TASK TO COMPLETE. Lines to restate from the data below: from the one containing "Assert.True(ControlChart.Judge(s_limits, points[..7]).Rule is" to the one containing "points.Add(i % 2", both included. Give them again exactly, and only them.

----- DATA EXCERPTS -----

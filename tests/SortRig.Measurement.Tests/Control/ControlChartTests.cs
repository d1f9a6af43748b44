using SortRig.Measurement.Control;

namespace SortRig.Measurement.Tests.Control;

/// <summary>
/// The rules that judge a point: rule 1 (one point beyond 3 sigma), rule 2 (two of three beyond 2 sigma on one side)
/// and rule 4 (eight in a row on one side) as the Western Electric Statistical Quality Control Handbook (1956) states
/// them, and the moving-range limit D4 · MR-bar (NIST/SEMATECH e-Handbook sec. 6.3.2.2); both from memory.
/// </summary>
public sealed class ControlChartTests
{
    // Limits of the hand-worked series in ChartLimitsTests: centre 10.1, sigma 0.33244681,
    // UCL 11.09734043, LCL 9.10265957, MR UCL 1.225125.
    private static readonly ChartLimits s_limits = ChartLimits.FromHistory([10.0, 10.4, 9.8, 10.2, 10.1]);

    [Fact]
    public void Judge_PointInsideLimits_InControl()
    {
        ControlVerdict verdict = ControlChart.Judge(s_limits, [10.3]);

        Assert.True(verdict.InControl);
        Assert.Equal(ControlRule.None, verdict.Rule);
        Assert.Equal(string.Empty, verdict.Reason);
        Assert.Equal((10.3 - 10.1) / 0.33244681, verdict.SigmaScore, 6);
    }

    [Theory]
    [InlineData(11.10)] // just above UCL 11.0973
    [InlineData(9.10)] // just below LCL 9.1027
    public void Judge_PointBeyondThreeSigma_Rule1(double x)
    {
        ControlVerdict verdict = ControlChart.Judge(s_limits, [x]);

        Assert.False(verdict.InControl);
        Assert.Equal(ControlRule.BeyondThreeSigma, verdict.Rule);
        Assert.Contains("3-sigma", verdict.Reason, StringComparison.Ordinal);
    }

    [Fact]
    public void Judge_JumpAboveMovingRangeLimit_FlagsMovingRange()
    {
        // 9.5 -> 10.8: both inside 9.103..11.097, but the range 1.3 exceeds 1.225125
        ControlVerdict verdict = ControlChart.Judge(s_limits, [9.5, 10.8]);

        Assert.Equal(ControlRule.MovingRangeAboveLimit, verdict.Rule);
    }

    [Fact]
    public void Judge_TwoOfThreeBeyondTwoSigma_Rule2()
    {
        // 2 sigma above centre = 10.1 + 0.66489 = 10.76489; 10.8 and 10.9 both beyond, same side
        ControlVerdict verdict = ControlChart.Judge(s_limits, [10.8, 10.3, 10.9]);

        Assert.Equal(ControlRule.TwoOfThreeBeyondTwoSigma, verdict.Rule);
    }

    [Fact]
    public void Judge_EightOnOneSide_Rule4()
    {
        double[] points = [10.2, 10.3, 10.15, 10.2, 10.25, 10.2, 10.3, 10.2];

        Assert.True(ControlChart.Judge(s_limits, points[..7]).Rule is not ControlRule.EightOnOneSide);
        Assert.Equal(ControlRule.EightOnOneSide, ControlChart.Judge(s_limits, points).Rule);
    }

    [Fact]
    public void Judge_SlowDriftInsideShewhartLimits_EwmaFires()
    {
        // Alternating sides (rule 4 silent), each inside 2 sigma (rules 1, 2 silent), moving ranges < 1.2251,
        // but the mean sits +0.5 sigma high: the EWMA (lambda 0.2, L 2) leaves its limits.
        var options = new EwmaOptions { Lambda = 0.2, Width = 2 };
        var points = new List<double>();
        ControlVerdict? fired = null;
        for (int i = 0; i < 60 && fired is null; i++)
        {
            points.Add(i % 2 == 0 ? 10.6 : 10.05);
            ControlVerdict verdict = ControlChart.Judge(s_limits, points, options);
            fired = verdict.InControl ? null : verdict;
        }

        Assert.NotNull(fired);
        Assert.Equal(ControlRule.EwmaBeyondLimits, fired.Rule);
    }
}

-----

RESPONSE AREA.
        Assert.True(ControlChart.Judge(s_limits, points[..7]).Rule is not ControlRule.EightOnOneSide);
        Assert.Equal(ControlRule.EightOnOneSide, ControlChart.Judge(s_limits, points).Rule);
    }

    [Fact]
    public void Judge_SlowDriftInsideShewhartLimits_EwmaFires()
    {
        // Alternating sides (rule 4 silent), each inside 2 sigma (rules 1, 2 silent), moving ranges < 1.2251,
        // but the mean sits +0.5 sigma high: the EWMA (lambda 0.2, L 2) leaves its limits.
        var options = new EwmaOptions { Lambda = 0.2, Width = 2 };
        var points = new List<double>();
        ControlVerdict? fired = null;
        for (int i = 0; i < 60 && fired is null; i++)
        {
            points.Add(i % 2 == 0 ? 10.6 : 10.05);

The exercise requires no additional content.